2022 has been another whirlwind of a year – and for the digital landscape too. As we close out the year and turn the page into 2023, we wanted to outline the big trends we’ve seen over the last year and what to look out and prepare for as we head into the new year. Advertising trends aside, we are heading into a year of anticipated economic downturn and a growing polarized political climate.
With this in mind, the questions we will work to answer for our clients at Scale will be:
● How do we accelerate growth with rising costs and CPMs?
● How do we measure success with a more fragmented and privacy-focused landscape?
● And where should we be focusing our efforts and resources in 2023 and onward?
What were the big takeaways from 2022?
Streaming eclipsed linear for the first time ever.
In July, Nielsen announced that for the first time ever, streaming services surpassed both broadcast and cable.
- Streaming made up 34.8% of all viewing time, just slightly higher than cable, but well above broadcast at 21.6%
- The percentage of Non-Pay TV households will continue to see a steady increase YoY projected into 2026:
From 2020 to 2021, A35-54 Cord cutters increased 150% along with A55+ increasing at the same rate. These numbers have only increased in 2022 as stated above streaming has surpassed both broadcast and cable.
What does this mean for Scale’s clients and our client’s clients? It means this shift to streaming is being seen and felt by all demographics, not just millennials, and our media mix will have to continue to diversify to speak to current customers, and accelerate continuous growth. CTV and streaming are no longer channels that can be ignored and will be crucial to reaching new customers in the years to come.

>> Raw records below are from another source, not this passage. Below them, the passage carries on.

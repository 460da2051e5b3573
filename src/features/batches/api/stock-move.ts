import { useMutation, useQueryClient } from '@tanstack/react-query'
import type { StockFigures, StockMoveBody, StockMoveRow } from '@shared/schemas/batches'
import { batchKeys } from '@/features/batches/api/batches'
import { api } from '@/lib/api-client'

export function useStockMove(batchId: number) {
  const qc = useQueryClient()
  return useMutation({
    meta: { handlesError: true },
    mutationFn: (input: StockMoveBody) =>
      api<{ move: StockMoveRow; stock: StockFigures }>(`/batches/${batchId}/moves`, {
        method: 'POST',
        body: input,
      }),
    onSuccess: () =>
      Promise.all([
        qc.invalidateQueries({ queryKey: batchKeys.detail(batchId) }),
        qc.invalidateQueries({ queryKey: batchKeys.lists() }),
        qc.invalidateQueries({ queryKey: batchKeys.trace() }),
      ]),
  })
}
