describe('hold, close and reactivate', () => {
  it('moves an account between active, on hold and closed; its buyer still signs in and sees it', async () => {
    const a = await newAccount()
    const buyer = await acceptInvitation(a.contactEmail, 'held-shop-password')
    expect(await isShopOrderable(a.id)).toBe(true)

    const held = await owner.post(`/api/shops/${a.id}/hold`)
    expect(held.status).toBe(200)
    expect(held.body.shop.status).toBe('on_hold')
    expect(await isShopOrderable(a.id)).toBe(false)
    expect((await buyer.get('/api/shops/mine').expect(200)).body.shop.status).toBe('on_hold')
    expect(
      (
        await new ApiClient(app).post('/api/auth/login', {
          email: a.contactEmail,
          password: 'held-shop-password',
        })
      ).status,
    ).toBe(200)

    expect((await owner.post(`/api/shops/${a.id}/hold`)).status).toBe(409)
    expect((await owner.post(`/api/shops/${a.id}/reactivate`)).body.shop.status).toBe('active')
    expect(await isShopOrderable(a.id)).toBe(true)

    const closed = await owner.post(`/api/shops/${a.id}/close`)
    expect(closed.body.shop.status).toBe('closed')
    expect(await isShopOrderable(a.id)).toBe(false)
    expect((await owner.post(`/api/shops/${a.id}/hold`)).status).toBe(409)
    expect((await owner.post(`/api/shops/${a.id}/close`)).status).toBe(409)
    expect((await owner.post(`/api/shops/${a.id}/reactivate`)).body.shop.status).toBe('active')

    const events = (await owner.get(`/api/shops/${a.id}`)).body.shop.events.map(
      (e: { action: string }) => e.action,
    )
    expect(events.slice(0, 5)).toEqual([
      'shop.reactivated',
      'shop.closed',
      'shop.reactivated',
      'shop.held',
      'shop.approved',
    ])
  })

  it('refuses to hold, close or reactivate an application (409)', async () => {
    const a = await newApplication()
    for (const move of ['hold', 'close', 'reactivate']) {
      const r = await owner.post(`/api/shops/${a.id}/${move}`)
      expect(r.status).toBe(409)
      expect(fieldsOf(r.body)).toEqual(['status'])
    }
  })
})
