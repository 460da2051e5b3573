/**
 * A prepay account's order on the bench and on the owner's order page: Harbor Lane (prepay) places
 * an order, the owner confirms it (the invoice is raised at once), the packer sees that payment is
 * awaited on the queue and on the order, packs it, and finds no way to ship it. The owner's order
 * page says the same and links to the packing view, the packing slip and the invoice; once the
 * payment is recorded the order can ship.
 */
import { randomUUID } from 'node:crypto'
import { afterAll, beforeAll, describe, expect, it } from 'vitest'
import type { Browser } from 'playwright-core'
import { axeViolations, call, launch, newPage, ownStockLines, screenshot, signIn } from './browser'

let browser: Browser
beforeAll(async () => {
  browser = await launch()
})
afterAll(async () => {
  await browser?.close()
})

const PO = `HL-E2E-${randomUUID().slice(0, 6).toUpperCase()}`
let order: { id: number; number: string; invoiceId: number; invoiceNumber: string; totalCents: number }

describe('a prepay order waits for its payment before it ships', () => {
  it('Harbor Lane orders and the studio confirms: the invoice is raised at confirmation', async () => {
    const buyer = await newPage(browser)
    await signIn(buyer.page, 'buyerB')
    // Over the reorder minimum (150.00, the settings' default), from a batch poured for this test.
    const lines = await ownStockLines(browser, buyer.page, 'CDR-MINI', 20_000)
    const placed = await call(
      buyer.page,
      'POST',
      '/api/orders',
      { lines, poNumber: PO },
      { 'Idempotency-Key': randomUUID() },
    )
    await buyer.context.close()

    const owner = await newPage(browser)
    await signIn(owner.page, 'owner')
    await call(owner.page, 'POST', `/api/orders/${placed.order.id}/confirm`)
    const detail = (await call(owner.page, 'GET', `/api/orders/${placed.order.id}`)).order
    expect(detail.awaitingPayment).toBe(true)
    order = {
      id: placed.order.id,
      number: placed.order.number,
      invoiceId: detail.invoice.id,
      invoiceNumber: detail.invoice.number,
      totalCents: detail.totalCents,
    }
    await owner.context.close()
  })

  it('the packer sees payment awaited on the queue and the order, packs it, and cannot ship it', async () => {
    const { page, context } = await newPage(browser)
    await signIn(page, 'packer')
    await page.getByRole('heading', { level: 1, name: 'Packing' }).waitFor()
    const row = page.getByRole('row').filter({ hasText: order.number })
    await row.waitFor()
    await expect.poll(() => row.getByText('Payment awaited').isVisible()).toBe(true)
    await screenshot(page, 'prepay-packing-queue')

    await row.getByRole('button', { name: `Claim ${order.number}` }).click()
    await expect.poll(() => page.getByText(`${order.number} is yours to pack.`).isVisible()).toBe(true)
    await row.getByRole('link', { name: `Continue ${order.number}` }).click()
    await page.getByRole('heading', { level: 1, name: `Order ${order.number}` }).waitFor()
    const note = page.getByRole('note', { name: 'Payment awaited' })
    await expect.poll(() => note.isVisible()).toBe(true)
    expect(await note.innerText()).toMatch(
      /can be packed now; it can ship once the studio records the payment/,
    )
    // No amount on the packer's screen, the note included.
    expect(await page.locator('main').innerText()).not.toMatch(/\$\s?\d/)

    // Pack it: the packed form is prefilled with the allocated bars.
    for (const box of await page.getByRole('checkbox', { name: /^Packed / }).all()) await box.check()
    await page.getByLabel('Cartons').fill('2')
    await page.getByLabel('Packed weight (g)').fill('4200')
    await page.getByRole('button', { name: 'Record packed' }).click()
    await expect
      .poll(() => page.getByText(`${order.number} is packed. Ship it when the carrier comes.`).isVisible())
      .toBe(true)
    await page.getByRole('heading', { level: 2, name: 'Ship', exact: true }).waitFor()
    await expect
      .poll(() => page.getByText('Shipping opens once the prepay invoice is paid.').isVisible())
      .toBe(true)
    expect(await page.getByRole('button', { name: 'Ship order' }).count()).toBe(0)
    await page.waitForLoadState('networkidle')
    expect(await axeViolations(page)).toEqual([])
    await screenshot(page, 'prepay-packer-order')

    // Back on the queue it waits among the packed orders, to open but not to ship.
    await page.goto('/packing')
    const waiting = page
      .getByRole('table', { name: 'Packed orders waiting for the carrier' })
      .getByRole('row')
      .filter({ hasText: order.number })
    await waiting.waitFor()
    await expect.poll(() => waiting.getByText('Payment awaited').isVisible()).toBe(true)
    await waiting.getByRole('link', { name: `View ${order.number}` }).waitFor()
    expect(await waiting.getByRole('link', { name: `Ship ${order.number}` }).count()).toBe(0)
    await context.close()
  })

  it('the owner sees it on the order page, with links to packing, the slip and the invoice', async () => {
    const { page, context } = await newPage(browser)
    await signIn(page, 'owner')
    await page.goto(`/studio/orders/${order.id}`)
    await page.getByRole('heading', { level: 1, name: new RegExp(`Order ${order.number}`) }).waitFor()
    const note = page.getByRole('note', { name: 'Payment awaited' })
    await expect.poll(() => note.isVisible()).toBe(true)
    expect(await note.innerText()).toContain(order.invoiceNumber)

    const links = page.getByRole('navigation', { name: 'Packing and invoice' })
    expect(await links.getByRole('link', { name: 'Packing view' }).getAttribute('href')).toBe(
      `/studio/packing/orders/${order.id}`,
    )
    const slip = links.getByRole('link', { name: 'Packing slip (PDF)' })
    expect(await slip.getAttribute('href')).toBe(`/api/orders/${order.id}/packing-slip.pdf`)
    const pdf = await page.request.get(`/api/orders/${order.id}/packing-slip.pdf`)
    expect(pdf.headers()['content-type']).toMatch(/^application\/pdf/)
    expect(
      await links.getByRole('link', { name: `Invoice ${order.invoiceNumber}` }).getAttribute('href'),
    ).toBe(`/studio/invoices/${order.invoiceId}`)
    await page.waitForLoadState('networkidle')
    expect(await axeViolations(page)).toEqual([])
    await screenshot(page, 'prepay-owner-order')

    // The invoice link opens the invoice; once paid, the note is gone and the packing view can ship.
    await links.getByRole('link', { name: `Invoice ${order.invoiceNumber}` }).click()
    await page.waitForURL(new RegExp(`/studio/invoices/${order.invoiceId}$`))
    await call(page, 'POST', `/api/invoices/${order.invoiceId}/payments`, {
      method: 'card',
      amountCents: order.totalCents,
      receivedOn: new Date().toISOString().slice(0, 10),
      reference: 'Card ending 3307',
    })
    await page.goto(`/studio/orders/${order.id}`)
    await page.getByRole('navigation', { name: 'Packing and invoice' }).waitFor()
    expect(await page.getByRole('note', { name: 'Payment awaited' }).count()).toBe(0)
    await page.getByRole('link', { name: 'Packing view' }).click()
    await page.waitForURL(new RegExp(`/studio/packing/orders/${order.id}$`))
    await page.getByRole('button', { name: 'Ship order' }).waitFor()
    await context.close()
  })

  it('an order not yet confirmed has no packing or invoice links', async () => {
    const { page, context } = await newPage(browser)
    await signIn(page, 'owner')
    const placed = await call(page, 'GET', '/api/orders?status=placed')
    const o = placed.items[0]
    expect(o).toBeTruthy()
    await page.goto(`/studio/orders/${o.id}`)
    await page.getByRole('heading', { level: 1, name: new RegExp(`Order ${o.number}`) }).waitFor()
    await page.getByRole('button', { name: 'Confirm order' }).waitFor()
    expect(await page.getByRole('navigation', { name: 'Packing and invoice' }).count()).toBe(0)
    await context.close()
  })
})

But aren’t CPMs on CTV high? Yes, but we view this as an opportunity to take advantage of highly targeted media. We can speak to potential customers in your most profitable zips, all while excluding existing customers to make the CPM more than worthwhile. There are other ways to offset the cost of CPMs, such as leveraging online video as a supplement or tapping into video placements on social for mass reach at a much more efficient CPM.
Speaking of social…
TikTok continues to be a threat in the social, video and search landscape. The impact is not just to the platforms themselves but to how marketers approach capturing users’ attention.
This new social platform is redefining the larger media landscape – to the extent that other platforms are rolling out new offerings to fit the mold of TikTok’s short-form video and immensely engaging feed. YouTube introduced “shorts” quickly after Instagram rolled out “Reels,” which mimics the look and feel of TikTok videos and, in most instances, are shared there after previously being posted on TikTok.
The increasing difficulty of capturing a user’s attention is not a new challenge. Marketing research firm Yankelovich suggests Americans were exposed to about 500 ads per day in the 1970’s. Most recently, this number has grown to between 4,000 and 10,000 impressions per day. And depending on your geographic location and consumption of media, those numbers could go as high as 50K impressions per day! As consumers, we have learned to become numb to ads, and a lot of the time, tend to overlook or tune out during commercials or ad breaks.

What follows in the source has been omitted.